Point 4: The dismissal of risky predictions is far from convincing (and generalizability is typically a means to risky predictions, not a goal in itself).


If we read Popper (but also on the statistical side the work of Neyman) we see induction as a possible goal in science is clearly rejected. Yarkoni mentions deductive approaches briefly in his section on adopting better standards, in the sub-section on making riskier predictions. I intuitively expected this section to be crucial – after all, it finally turns to those scholars who would vehemently disagree with most of Yarkoni’s arguments in the preceding sections – but I found this part rather disappointing. Strangely enough, Yarkoni simply proposes predictions as a possible solution – but since the deductive approach goes directly against the inductive approach proposed by Yarkoni, it seems very weird to just mention risky predictions as one possible solution, when it is actually a completely opposite approach that rejects most of what Yarkoni argues for. Yarkoni does not seem to believe that the deductive mode proposed by Popper, Meehl, and Mayo, a hypothesis testing approach that is arguably the dominant approach in most of psychology (Cortina & Dunlap, 1997; Dienes, 2008; Hacking, 1965), has a lot of potential. The reason he doubts severe tests of predictions will be useful is that “in most domains of psychology, there are pervasive and typically very plausible competing explanations for almost every finding” (Yarkoni, p. 19). This could be resolved if risky predictions were possible, which Yarkoni doubts.

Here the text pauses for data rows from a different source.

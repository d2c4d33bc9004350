package spec

// StockSpec is the [stock] table: the rod stock a batch is cut from and
// the cuts' losses. The build sheet prints on [cutting] paper, like the
// templates it carries.
type StockSpec struct {
	WireRodMM    float64 `toml:"wire_rod_mm"`    // straight wire rod length as bought, default 1000 mm
	DowelRodMM   float64 `toml:"dowel_rod_mm"`   // support rod length as bought, default 1000 mm
	WireKerfMM   float64 `toml:"wire_kerf_mm"`   // wire lost per cut, default 0.5 mm
	DowelKerfMM  float64 `toml:"dowel_kerf_mm"`  // saw kerf per dowel cut, default 1.5 mm
	EndTrimMM    float64 `toml:"end_trim_mm"`    // damaged end squared off each rod, default 5 mm
	SolderWireMM float64 `toml:"solder_wire_mm"` // solder wire diameter, default 0.8 mm
}

// Defaults of the [stock] table. Common practice (no published source):
// straight wire and plastic rod are commonly sold in 1 m lengths; a fine
// hand saw cuts a 1.5 mm kerf; wire cutters crush about half a millimetre
// that the trim allowance then squares off.
const (
	DefaultRodMM       = 1000.0
	DefaultWireKerfMM  = 0.5
	DefaultDowelKerfMM = 1.5
	DefaultEndTrimMM   = 5.0
	DefaultSolderMM    = 0.8
)

func (st *StockSpec) validate(c *checker, _ *Spec) {
	c.orDefault("stock.wire_rod_mm", &st.WireRodMM, DefaultRodMM)
	c.orDefault("stock.dowel_rod_mm", &st.DowelRodMM, DefaultRodMM)
	c.orDefault("stock.wire_kerf_mm", &st.WireKerfMM, DefaultWireKerfMM)
	c.orDefault("stock.dowel_kerf_mm", &st.DowelKerfMM, DefaultDowelKerfMM)
	c.orDefault("stock.end_trim_mm", &st.EndTrimMM, DefaultEndTrimMM)
	c.orDefault("stock.solder_wire_mm", &st.SolderWireMM, DefaultSolderMM)
	c.within("stock.wire_rod_mm", st.WireRodMM, 50, 100000, "mm") // up to a 100 m reel
	c.within("stock.dowel_rod_mm", st.DowelRodMM, 50, 10000, "mm")
	c.within("stock.wire_kerf_mm", st.WireKerfMM, 0, 10, "mm")
	c.within("stock.dowel_kerf_mm", st.DowelKerfMM, 0, 10, "mm")
	c.within("stock.end_trim_mm", st.EndTrimMM, 0, 100, "mm")
	c.within("stock.solder_wire_mm", st.SolderWireMM, 0.2, 3, "mm")
}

Yarkoni’s criticism on the possibility of severe tests is regrettably weak. Yarkoni says that “Unfortunately, in most domains of psychology, there are pervasive and typically very plausible competing explanations for almost every finding.” From his references (Cohen, Lykken, Meehl) we can see he refers to the crud factor, or the idea that the null hypothesis is always false. As we recently pointed out in a review paper on crud (Orben & Lakens, 2019), Meehl and Lykken disagreed about the definition of the crud factor, the evidence of crud in some datasets can not be generalized to all studies in pychology, and “The lack of conceptual debate and empirical research about the crud factor has been noted by critics who disagree with how some scientists treat the crud factor as an “axiom that needs no testing” (Mulaik, Raju, & Harshman, 1997).”. Altogether, I am very unconvinced by this cursory reference to crud makes a convincing point that “there are pervasive and typically very plausible competing explanations for almost every finding”. Risky predictions seem possible, to me, and demonstrating the generalizability of findings is actually one way to perform a severe test.

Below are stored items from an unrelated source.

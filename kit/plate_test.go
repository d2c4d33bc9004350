package kit

import (
	"errors"
	"fmt"
	"math"
	"math/rand/v2"
	"strings"
	"testing"

	"coilwright/cam/geom"
	"coilwright/parts"
	"coilwright/parts/flat"
	"coilwright/parts/spec"
)

// starterSpec is what `coilwright new --frequency-mhz F --turns N` prints
// for a cylindrical coil (its keys), with extra appended.
func starterSpec(f, turns float64, extra string) string {
	return fmt.Sprintf(`kit = "Starter"
frequency_mhz = %g

[coil]
shape = "cylindrical"
turns = %g
hand = "RHCP"
feed = "periphery"
base_circumference_lambda = 1.0
pitch_angle_deg = 12.5

[wire]
material = "copper-annealed"
diameter_mm = %g
`, f, turns, wireFor(f)) + extra
}

// newKitText parses text and runs New on it.
func newKitText(t *testing.T, text string) (*Kit, error) {
	t.Helper()
	s, err := spec.ParseSpec([]byte(text))
	if err != nil {
		t.Fatalf("spec: %v\n%s", err, text)
	}
	return New(Source{Name: "test.toml", Bytes: []byte(text), Spec: s}, Options{})
}

// holes returns the plate's CUT entities after the outline, flattened.
func holes(t *testing.T, d geom.Drawing) []geom.Polyline {
	t.Helper()
	l, ok := d.Layer(flat.LayerCut)
	if !ok {
		t.Fatal("no CUT layer")
	}
	var out []geom.Polyline
	for _, e := range l.Entities[1:] {
		switch e := e.(type) {
		case geom.Circle:
			out = append(out, e.Flatten(0.002))
		case geom.Contour:
			out = append(out, e.Flatten(0.002))
		default:
			t.Fatalf("CUT holds a %T", e)
		}
	}
	return out
}

// polyGap returns the least vertex-to-vertex distance between a and b: the
// gap between two flattened outlines, within their chord tolerance and
// vertex spacing.
func polyGap(a, b geom.Polyline) float64 {
	g := math.Inf(1)
	for _, p := range a {
		for _, q := range b {
			g = math.Min(g, p.Sub(q).Len())
		}
	}
	return g
}

// markCircles returns the MARK layer's circles about the plate's centre,
// smallest first: the rod and the limit of its fillet.
func markCircles(d geom.Drawing) []geom.Circle {
	l, _ := d.Layer(flat.LayerMark)
	var out []geom.Circle
	for _, e := range l.Entities {
		if c, ok := e.(geom.Circle); ok && c.Center.Len() < 1e-9 {
			out = append(out, c)
		}
	}
	return out
}

// gapTol is the measuring tolerance on gaps between flattened outlines:
// the vertex spacing of a 0.002 mm chord tolerance on the holes here.
const gapTol = 0.05

// TestTenGHzRodFootClearsFeedHole reproduces the 10 GHz starter: its rod's
// epoxy fillet, 2 mm all round, reached 3.50 mm from the centre over a
// feed hole whose edge is 2.93 mm from it. The fillet now stops
// FootprintClearMM short of the hole, and the plate's drawing marks it.
func TestTenGHzRodFootClearsFeedHole(t *testing.T) {
	k, err := newKitText(t, starterSpec(10000, 7, ""))
	if err != nil {
		t.Fatal(err)
	}
	refl := k.Design.Patterns.Reflector
	mc := markCircles(refl.Drawing)
	if len(mc) != 2 {
		t.Fatalf("want the rod and its fillet limit marked about the centre, got %d circles", len(mc))
	}
	feed := holes(t, refl.Drawing)[0]
	foot := mc[1].Flatten(0.002)
	if g := polyGap(feed, foot); g < parts.FootprintClearMM-gapTol {
		t.Errorf("fillet limit Ø%.2f mm comes %.3f mm from the feed hole; want ≥ %g", 2*mc[1].Radius, g, parts.FootprintClearMM)
	}
	if leg := mc[1].Radius - mc[0].Radius; leg < parts.MinRodFilletLegMM-1e-9 || leg > parts.RodFilletLegMM+1e-9 {
		t.Errorf("fillet leg %.3f mm outside [%g, %g]", leg, parts.MinRodFilletLegMM, parts.RodFilletLegMM)
	}
}

// TestTenGHzThickRodRefused: a 5 mm rod passes inside the 10 GHz coil but
// its foot covers the feed hole; check must refuse it on the rod's key.
func TestTenGHzThickRodRefused(t *testing.T) {
	text := starterSpec(10000, 7, "\n[dowel]\ndiameter_mm = 5\n")
	_, err := newKitText(t, text)
	var errs spec.SpecErrors
	if !errors.As(err, &errs) || len(errs) == 0 {
		t.Fatalf("want spec errors, got %v", err)
	}
	e := errs[0]
	if e.Key != "dowel.diameter_mm" || e.Line != 17 || e.Fix == "" || !strings.Contains(e.Problem, "feed") {
		t.Errorf("got %+v", e)
	}
}

// TestRodScrewHoleIsCut: at 2.4 GHz with 12 turns the rod is held by an M3
// screw from behind; its clearance hole must be on the CUT layer at the
// centre, or a board house or mill operator will not cut it.
func TestRodScrewHoleIsCut(t *testing.T) {
	k, err := newKitText(t, starterSpec(2400, 12, "\n[stock]\nwire_rod_mm = 2000\n"))
	if err != nil {
		t.Fatal(err)
	}
	mt := k.cutList.Dowel.Rod.Mount
	if mt.Screw != "M3" {
		t.Fatalf("want an M3 mount for this rod, got %+v", mt)
	}
	l, _ := k.Design.Patterns.Reflector.Drawing.Layer(flat.LayerCut)
	found := false
	for _, e := range l.Entities {
		if c, ok := e.(geom.Circle); ok && c.Center.Len() < 1e-9 && math.Abs(2*c.Radius-mt.ClearMM) < 1e-9 {
			found = true
		}
	}
	if !found {
		t.Errorf("no Ø%g mm screw hole at the centre on the CUT layer", mt.ClearMM)
	}
	for _, c := range k.parts {
		if c.name != "reflector" {
			continue
		}
		if hs := holes(t, c.cut); len(hs) != 2 {
			t.Errorf("the kerf-offset plate has %d holes; want the feed and the screw hole", len(hs))
		}
	}
}

// randomPlateSpec draws a spec whose plate is crowded now and then: a
// given rod, a flange or bulkhead jack, a fixed feed hole, mounting holes.
func randomPlateSpec(rng *rand.Rand) string {
	f := 800 + rng.Float64()*11200
	var b strings.Builder
	b.WriteString("\n[reflector]\n")
	switch rng.IntN(3) {
	case 1:
		b.WriteString("connector = \"sma-flange\"\n")
	case 2:
		b.WriteString("connector = \"sma-bulkhead\"\n")
	}
	if rng.IntN(4) == 0 {
		b.WriteString("shape = \"square\"\n")
	}
	if rng.IntN(3) == 0 {
		fmt.Fprintf(&b, "mounting_holes = %d\nmounting_angle_deg = %.0f\n", 1+rng.IntN(6), rng.Float64()*360)
	}
	if rng.IntN(3) == 0 {
		fmt.Fprintf(&b, "\n[dowel]\ndiameter_mm = %.1f\n", 1+rng.Float64()*20)
	}
	return starterSpec(f, float64(3+rng.IntN(15)), b.String())
}

// TestPlateFeaturesNeverCollide draws seeded random specs; for every one
// the design and plate checks accept, the plate's drawing is measured:
// every pair of holes keeps PlateWebMM of web, and the rod's fillet limit
// keeps FootprintClearMM from every hole.
func TestPlateFeaturesNeverCollide(t *testing.T) {
	const draws = 300
	rng := rand.New(rand.NewPCG(6, 2026))
	accepted, refused := 0, 0
	for i := range draws {
		text := randomPlateSpec(rng)
		s, err := spec.ParseSpec([]byte(text))
		if err != nil {
			continue
		}
		d, err := parts.NewDesign(s)
		if err != nil || d.Patterns.Reflector == nil {
			continue
		}
		if checkPlate(d) != nil {
			refused++
			continue
		}
		accepted++
		dr := d.Patterns.Reflector.Drawing
		hs := holes(t, dr)
		for a := range hs {
			for b := a + 1; b < len(hs); b++ {
				if g := polyGap(hs[a], hs[b]); g < parts.PlateWebMM-gapTol {
					t.Errorf("draw %d: holes %d and %d have %.3f mm of web\n%s", i, a, b, g, text)
				}
			}
		}
		checkFeatureGaps(t, i, d.Patterns.Plate.Features, text)
		mc := markCircles(dr)
		if d.Patterns.Plate.RodMM == 0 {
			continue // no rod on the plate: the "rod-over-feed" warning
		}
		if len(mc) != 2 {
			t.Fatalf("draw %d: %d rod marks", i, len(mc))
		}
		foot := mc[1].Flatten(0.002)
		for a, h := range hs {
			if d.Patterns.Plate.ScrewHoleMM > 0 && a == len(hs)-1 {
				continue // the rod's own screw hole
			}
			if g := polyGap(h, foot); g < parts.FootprintClearMM-gapTol {
				t.Errorf("draw %d: hole %d comes %.3f mm from the rod's fillet\n%s", i, a, g, text)
			}
		}
	}
	if accepted < draws/3 {
		t.Errorf("only %d of %d draws accepted: the test checks too little", accepted, draws)
	}
	if refused == 0 {
		t.Errorf("no draw was refused for a collision: the draws do not crowd the plate")
	}
	t.Logf("%d of %d draws accepted, %d refused for a collision on the plate", accepted, draws, refused)
}

// wireFor is the starter's wire: 0.6 mm above 5 GHz, 1 mm below. (Demo
// data, chosen to stay inside the spec's limits.)
func wireFor(f float64) float64 {
	if f > 5000 {
		return 0.6
	}
	return 1
}

// outline returns a feature's outline as a polygon: a circle flattened, or
// a square's corners with points every 0.05 mm along its sides.
func outline(f parts.PlateFeature) geom.Polyline {
	if f.Side == 0 {
		return geom.Circle{Center: f.Center, Radius: f.Radius}.Flatten(0.002)
	}
	var p geom.Polyline
	h := f.Side / 2
	corners := []geom.Vec2{{X: -h, Y: -h}, {X: h, Y: -h}, {X: h, Y: h}, {X: -h, Y: h}}
	n := int(f.Side / 0.05)
	for k := range 4 {
		a, b := corners[k], corners[(k+1)%4]
		for j := range n {
			q := a.Add(b.Sub(a).Scale(float64(j) / float64(n)))
			p = append(p, q.Rotate(f.Angle).Add(f.Center))
		}
	}
	return p
}

// checkFeatureGaps measures every pair of the plate's features that may
// not touch: holes of different parts keep PlateWebMM, and a part resting
// on a face keeps FootprintClearMM from holes and from parts on its face,
// except the strip at the feed it joins. Circles are measured exactly,
// squares through their outlines.
func checkFeatureGaps(t *testing.T, draw int, fs []parts.PlateFeature, text string) {
	t.Helper()
	for a := range fs {
		for b := a + 1; b < len(fs); b++ {
			x, y := fs[a], fs[b]
			switch {
			case x.Part == y.Part && x.Index == y.Index:
				continue
			case x.Face != parts.FaceThrough && y.Face != parts.FaceThrough && x.Face != y.Face:
				continue
			case (x.Part == parts.PartStrip && y.Joined) || (y.Part == parts.PartStrip && x.Joined):
				continue
			}
			need := parts.FootprintClearMM
			if x.Face == parts.FaceThrough && y.Face == parts.FaceThrough {
				need = parts.PlateWebMM
			}
			var g float64
			if x.Side == 0 && y.Side == 0 {
				g = x.Center.Sub(y.Center).Len() - x.Radius - y.Radius
			} else {
				g = polyGap(outline(x), outline(y))
			}
			if g < need-gapTol {
				t.Errorf("draw %d: %s and %s are %.3f mm apart, want ≥ %g\n%s", draw, x.Name, y.Name, g, need, text)
			}
		}
	}
}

When Yarkoni discusses risky predictions, he sticks to risky quantitative predictions. As explained in Lakens (2020), “Making very narrow range predictions is a way to make it statistically likely to falsify your prediction if it is wrong. But the severity of a test is determined by all characteristics of a study that increases the capability of a prediction to be wrong, if it is wrong. For example, by predicting you will only observe a statistically significant difference from zero in a hypothesis test if a very specific set of experimental conditions is met that all follow from a single theory, it is possible to make theoretically risky predictions.” I think the reason most psychologists perform studies that demonstrate the generalizability of their findings has nothing to do with their desire to inductively build a theory from all these single observations. They show the findings generalize, because it increases the severity of their tests. In other words, according to this deductive approach, generalizability is not a goal in itself, but a it follows from the goal to perform severe tests. It is unclear to me why Yarkoni does not think that approaches such as triangulation (Munafò & Smith, 2018) are severe tests. I think these approaches are the driving force between many of the more successful theories in social psychology (e.g., social identity theory), and it works fine.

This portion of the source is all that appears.